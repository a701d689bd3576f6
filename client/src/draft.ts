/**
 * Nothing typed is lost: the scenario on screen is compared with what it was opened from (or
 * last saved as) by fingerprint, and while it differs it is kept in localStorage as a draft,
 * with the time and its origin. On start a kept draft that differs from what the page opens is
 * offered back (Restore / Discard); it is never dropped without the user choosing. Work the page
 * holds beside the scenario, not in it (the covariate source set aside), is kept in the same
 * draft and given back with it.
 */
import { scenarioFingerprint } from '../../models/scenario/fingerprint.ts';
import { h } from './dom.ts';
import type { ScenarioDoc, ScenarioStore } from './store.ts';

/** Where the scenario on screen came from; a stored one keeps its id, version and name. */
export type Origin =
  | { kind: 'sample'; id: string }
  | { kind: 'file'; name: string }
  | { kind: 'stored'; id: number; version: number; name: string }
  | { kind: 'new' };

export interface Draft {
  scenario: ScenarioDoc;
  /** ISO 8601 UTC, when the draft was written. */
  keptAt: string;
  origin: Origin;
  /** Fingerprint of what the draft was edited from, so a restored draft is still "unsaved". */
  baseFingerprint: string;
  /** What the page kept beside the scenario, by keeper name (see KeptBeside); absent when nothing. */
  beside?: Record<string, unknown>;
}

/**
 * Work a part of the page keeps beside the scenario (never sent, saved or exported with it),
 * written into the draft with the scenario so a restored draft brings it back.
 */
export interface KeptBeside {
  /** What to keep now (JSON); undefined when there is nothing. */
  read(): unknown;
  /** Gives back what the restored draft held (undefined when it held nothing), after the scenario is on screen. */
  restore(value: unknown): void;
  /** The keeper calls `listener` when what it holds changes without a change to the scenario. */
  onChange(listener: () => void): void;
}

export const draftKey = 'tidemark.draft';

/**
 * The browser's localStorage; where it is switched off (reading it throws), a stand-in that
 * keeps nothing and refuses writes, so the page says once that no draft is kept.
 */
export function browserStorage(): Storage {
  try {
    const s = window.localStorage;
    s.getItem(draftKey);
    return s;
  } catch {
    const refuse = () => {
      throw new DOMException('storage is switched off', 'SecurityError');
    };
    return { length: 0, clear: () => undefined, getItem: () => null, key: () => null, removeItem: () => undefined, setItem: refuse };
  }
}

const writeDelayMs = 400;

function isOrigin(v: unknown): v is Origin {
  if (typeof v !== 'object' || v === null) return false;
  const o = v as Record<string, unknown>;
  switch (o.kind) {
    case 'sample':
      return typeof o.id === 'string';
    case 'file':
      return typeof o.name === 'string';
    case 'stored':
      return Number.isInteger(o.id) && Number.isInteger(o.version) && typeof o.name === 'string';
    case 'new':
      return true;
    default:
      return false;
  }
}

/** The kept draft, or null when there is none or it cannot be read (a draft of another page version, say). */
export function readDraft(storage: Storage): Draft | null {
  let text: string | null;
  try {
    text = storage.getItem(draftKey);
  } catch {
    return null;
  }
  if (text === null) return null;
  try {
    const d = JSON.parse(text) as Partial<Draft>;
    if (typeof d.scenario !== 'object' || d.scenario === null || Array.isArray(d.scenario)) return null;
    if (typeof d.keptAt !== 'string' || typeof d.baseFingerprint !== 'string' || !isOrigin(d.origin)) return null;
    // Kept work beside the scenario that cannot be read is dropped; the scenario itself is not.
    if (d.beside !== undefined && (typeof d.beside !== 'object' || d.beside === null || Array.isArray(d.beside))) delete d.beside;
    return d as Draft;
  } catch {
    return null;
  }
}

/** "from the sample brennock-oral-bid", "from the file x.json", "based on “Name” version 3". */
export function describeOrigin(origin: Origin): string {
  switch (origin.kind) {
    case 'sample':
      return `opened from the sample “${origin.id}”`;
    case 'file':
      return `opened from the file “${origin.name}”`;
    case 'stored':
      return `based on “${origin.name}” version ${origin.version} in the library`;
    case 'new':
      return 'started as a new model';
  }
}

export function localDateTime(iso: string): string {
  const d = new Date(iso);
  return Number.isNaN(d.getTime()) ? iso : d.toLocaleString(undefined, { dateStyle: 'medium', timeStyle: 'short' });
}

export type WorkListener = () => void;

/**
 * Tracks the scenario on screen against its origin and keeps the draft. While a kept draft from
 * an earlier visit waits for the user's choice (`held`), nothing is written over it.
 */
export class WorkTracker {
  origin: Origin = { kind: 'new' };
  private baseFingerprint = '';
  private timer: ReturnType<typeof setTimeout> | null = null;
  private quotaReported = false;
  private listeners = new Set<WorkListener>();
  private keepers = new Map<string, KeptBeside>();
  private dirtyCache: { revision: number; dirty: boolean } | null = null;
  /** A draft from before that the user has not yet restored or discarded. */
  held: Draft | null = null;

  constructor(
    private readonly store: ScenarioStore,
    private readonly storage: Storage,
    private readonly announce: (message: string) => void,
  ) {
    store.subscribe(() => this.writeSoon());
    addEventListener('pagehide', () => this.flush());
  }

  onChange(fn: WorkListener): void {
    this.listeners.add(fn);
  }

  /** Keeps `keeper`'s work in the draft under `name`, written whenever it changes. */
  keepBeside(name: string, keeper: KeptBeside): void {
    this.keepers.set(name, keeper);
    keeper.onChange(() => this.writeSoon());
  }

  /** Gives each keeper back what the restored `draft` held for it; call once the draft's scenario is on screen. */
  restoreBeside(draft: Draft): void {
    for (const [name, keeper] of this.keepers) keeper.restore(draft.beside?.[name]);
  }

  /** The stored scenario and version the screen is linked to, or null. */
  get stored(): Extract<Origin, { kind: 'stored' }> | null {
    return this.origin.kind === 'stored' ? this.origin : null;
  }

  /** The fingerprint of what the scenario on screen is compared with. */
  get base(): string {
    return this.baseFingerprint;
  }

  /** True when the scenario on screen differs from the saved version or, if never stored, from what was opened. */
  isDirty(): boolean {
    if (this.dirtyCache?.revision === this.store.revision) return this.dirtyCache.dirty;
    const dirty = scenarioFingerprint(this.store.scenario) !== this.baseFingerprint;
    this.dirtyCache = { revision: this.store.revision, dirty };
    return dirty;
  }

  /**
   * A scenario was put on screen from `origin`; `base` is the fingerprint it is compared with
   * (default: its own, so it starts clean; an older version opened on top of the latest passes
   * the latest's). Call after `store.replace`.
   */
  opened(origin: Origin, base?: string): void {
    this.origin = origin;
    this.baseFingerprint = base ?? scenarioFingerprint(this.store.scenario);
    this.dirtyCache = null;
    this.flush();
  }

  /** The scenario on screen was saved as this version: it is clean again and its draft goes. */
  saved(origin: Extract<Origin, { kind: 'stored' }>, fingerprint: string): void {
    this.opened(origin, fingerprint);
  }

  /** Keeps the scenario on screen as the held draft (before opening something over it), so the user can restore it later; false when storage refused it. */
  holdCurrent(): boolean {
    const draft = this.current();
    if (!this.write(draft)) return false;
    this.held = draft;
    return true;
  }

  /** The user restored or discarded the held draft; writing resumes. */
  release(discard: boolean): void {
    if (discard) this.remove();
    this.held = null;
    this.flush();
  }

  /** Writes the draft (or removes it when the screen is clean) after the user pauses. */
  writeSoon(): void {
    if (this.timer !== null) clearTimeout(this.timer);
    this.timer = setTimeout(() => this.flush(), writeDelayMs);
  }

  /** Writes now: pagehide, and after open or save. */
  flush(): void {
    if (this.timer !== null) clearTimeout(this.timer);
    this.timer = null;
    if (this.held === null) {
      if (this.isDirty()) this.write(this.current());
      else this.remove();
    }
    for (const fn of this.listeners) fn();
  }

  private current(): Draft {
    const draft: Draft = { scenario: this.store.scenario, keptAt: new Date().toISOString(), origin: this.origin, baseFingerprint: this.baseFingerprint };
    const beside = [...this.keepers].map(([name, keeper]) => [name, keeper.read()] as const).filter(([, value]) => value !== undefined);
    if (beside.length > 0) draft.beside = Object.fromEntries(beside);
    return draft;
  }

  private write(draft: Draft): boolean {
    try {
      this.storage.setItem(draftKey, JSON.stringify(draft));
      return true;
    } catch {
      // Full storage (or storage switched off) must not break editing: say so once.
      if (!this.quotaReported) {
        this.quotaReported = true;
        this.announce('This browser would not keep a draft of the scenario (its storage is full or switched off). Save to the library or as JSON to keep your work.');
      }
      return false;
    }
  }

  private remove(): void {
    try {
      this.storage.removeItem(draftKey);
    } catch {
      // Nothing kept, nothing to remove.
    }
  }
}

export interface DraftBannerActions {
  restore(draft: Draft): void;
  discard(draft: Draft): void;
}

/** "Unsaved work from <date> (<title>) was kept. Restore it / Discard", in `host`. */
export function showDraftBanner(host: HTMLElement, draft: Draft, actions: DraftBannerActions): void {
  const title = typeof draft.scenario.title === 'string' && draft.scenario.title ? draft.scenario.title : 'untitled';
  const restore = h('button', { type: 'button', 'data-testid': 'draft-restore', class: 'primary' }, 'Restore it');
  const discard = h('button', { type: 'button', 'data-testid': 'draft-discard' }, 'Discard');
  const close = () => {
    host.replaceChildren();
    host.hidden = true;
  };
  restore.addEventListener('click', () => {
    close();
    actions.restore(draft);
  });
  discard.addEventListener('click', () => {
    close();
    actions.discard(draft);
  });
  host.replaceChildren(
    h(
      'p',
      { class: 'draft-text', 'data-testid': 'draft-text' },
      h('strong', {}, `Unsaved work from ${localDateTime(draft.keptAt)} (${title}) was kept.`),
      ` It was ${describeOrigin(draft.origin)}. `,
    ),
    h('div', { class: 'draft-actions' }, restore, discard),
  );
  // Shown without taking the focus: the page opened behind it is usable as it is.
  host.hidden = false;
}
═══
== Task to carry out ==
Could you output, exactly and with nothing else, the lines from the start of the records through the line containing "scenario: ScenarioDoc;"?

== Solution below ==
repository a701d689bd3576f6
filename client/src/draft.ts
/**
 * Nothing typed is lost: the scenario on screen is compared with what it was opened from (or
 * last saved as) by fingerprint, and while it differs it is kept in localStorage as a draft,
 * with the time and its origin. On start a kept draft that differs from what the page opens is
 * offered back (Restore / Discard); it is never dropped without the user choosing. Work the page
 * holds beside the scenario, not in it (the covariate source set aside), is kept in the same
 * draft and given back with it.
 */
import { scenarioFingerprint } from '../../models/scenario/fingerprint.ts';
import { h } from './dom.ts';
import type { ScenarioDoc, ScenarioStore } from './store.ts';

/** Where the scenario on screen came from; a stored one keeps its id, version and name. */
export type Origin =
  | { kind: 'sample'; id: string }
  | { kind: 'file'; name: string }
  | { kind: 'stored'; id: number; version: number; name: string }
  | { kind: 'new' };

export interface Draft {
  scenario: ScenarioDoc;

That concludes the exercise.